Shanghai, China, Nov. 22, 2022 (GLOBE NEWSWIRE) -- Able View Inc. (“Able View” or the “Company”), a leading cross-border brand management company, announced that on November 21, 2022, Able View entered into a definitive business combination agreement (the “Business Combination Agreement”) with Hainan Manaslu Acquisition Corp. (“HMAC”) (Nasdaq: HMAC, HMACU, HMACW, HMACR), a Cayman Islands special purpose acquisition company. The parent company following the consummation of the business combination will be a new Cayman Islands holding company (the “Combined Company” or “Pubco”) called Able View Global Inc., and will be led by Mr. Zhu Jian, Founder and Chief Executive Officer of Able View. Pubco’s ordinary shares are expected to be listed on the Nasdaq Capital Market.
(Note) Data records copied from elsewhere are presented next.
import type { MeasuredLine } from '../geometry/measured-line'
import type { Millimetres, MM } from '../units'
import type { LineSymbol } from './definition'
import type { Mark, StrokeMark } from './display-list'
import type { LineDrawing } from './line-drawing'
import { polyline } from './paths'
import { isClosedLine, type Stretch } from './place-along'

/** A line's own strokes.
 *  @param between the stretches to draw
 *  @param decorations places that stand on a dash */
export function lineStrokes(
  symbol: LineSymbol,
  line: MeasuredLine,
  { locationConfidence }: LineDrawing,
  { between, decorations }: { between: readonly Stretch[]; decorations: readonly Millimetres[] },
): Mark[] {
  const stroke = symbol.strokes[locationConfidence]
  const reach = (stroke.dash?.[0] ?? 0) / 2
  const runs = stroke.dash ? between.flatMap((stretch) => runsBetween(stretch, decorations, reach)) : between
  const path = stretchesOf(line, runs).flatMap((points) => polyline(points))
  if (path.length === 0) return []
  const mark: StrokeMark = { mark: 'stroke', path, ink: symbol.ink, ...stroke }
  if (symbol.core === undefined) return [mark]
  return [mark, { ...mark, ...symbol.core }]
}

/** A dashed stretch in runs from one decoration to the next, each reaching past it by half a dash: as runs start and end
 *  in a dash, every decoration stands on one and none over a gap. */
function runsBetween(
  [from, to]: Stretch,
  decorations: readonly Millimetres[],
  reach: Millimetres,
): Stretch[] {
  const inside = decorations.filter((at) => at > from && at < to)
  const ends = [...inside.map((at) => Math.min(to, at + reach)), to]
  return [from, ...inside.map((at) => Math.max(from, at - reach))].map((start, index) => [
    start,
    ends[index] ?? to,
  ])
}

/** The parts of the line that runs cover. Where a ring is cut only by its own beginning, the last run goes on into the
 *  first, so that the dashes do not show where the drawing of it began. */
function stretchesOf(line: MeasuredLine, runs: readonly Stretch[]): MM[][] {
  const parts = runs.map(([from, to]) => line.slice(from, to))
  const [first, last] = [runs[0], runs.at(-1)]
  if (!first || !last || runs.length < 2 || !isClosedLine(line)) return parts
  if (first[0] > 0 || last[1] < line.length) return parts
  return [...parts.slice(1, -1), [...(parts.at(-1) ?? []), ...(parts[0] ?? []).slice(1)]]
}
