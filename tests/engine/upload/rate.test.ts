import { describe, expect, it } from 'vitest';
import { TransferRate } from '$lib/upload/rate';

describe('the rate of a transfer', () => {
  it('says nothing before two marks', () => {
    const rate = new TransferRate();
    rate.add(100, 0);
    expect(rate.bytesPerSecond).toBeNull();
    expect(rate.secondsLeft(1000)).toBeNull();
  });

  it('is bytes over time, and the rest over the rate', () => {
    const rate = new TransferRate();
    rate.add(0, 0);
    rate.add(1000, 500);
    expect(rate.bytesPerSecond).toBe(2000);
    expect(rate.secondsLeft(5000)).toBe(2);
  });

  it('forgets what is older than its window', () => {
    const rate = new TransferRate(1000);
    rate.add(0, 0);
    rate.add(10_000, 1000);
    rate.add(10_100, 2000);
    rate.add(10_200, 3000);
    expect(rate.bytesPerSecond).toBe(100);
  });

  it('begins anew after a pause', () => {
    const rate = new TransferRate();
    rate.add(0, 0);
    rate.add(1000, 1000);
    rate.reset();
    rate.add(1000, 60_000);
    expect(rate.bytesPerSecond).toBeNull();
  });
});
Founded in Hong Kong in 2015, Able View Inc. is a leading cross-border brand management company focusing on beauty and personal care segments. Able View’s full-service solution encompasses all aspects of the brand management value chain, covering marketing strategy, branding, digital and social marketing, omni-channel sales, customer service, oversea logistics, warehouse and fulfillment, to help global brands enter, grow and succeed in China. Leveraging its full-service capability and industry know-how, Able View usually engages with the brands as exclusive agent selling cross-border products to end customers in China across all channels.

Able View believes that it maintains a competitive edge and steady growth in the number of brands engaged. Focusing on beauty and personal care segments, Able View now serves a portfolio of well-known brands in various functional vertical market segments. Able View continues to engage additional brands that are new to China while leveraging its capability to help existing managed brands navigate through continuing challenges imposed by COVID-19. With a steady business performance, Able View has managed to engage two new brands during 2021, and has grown its brand portfolio to a total of 10 brands as of December 31, 2021.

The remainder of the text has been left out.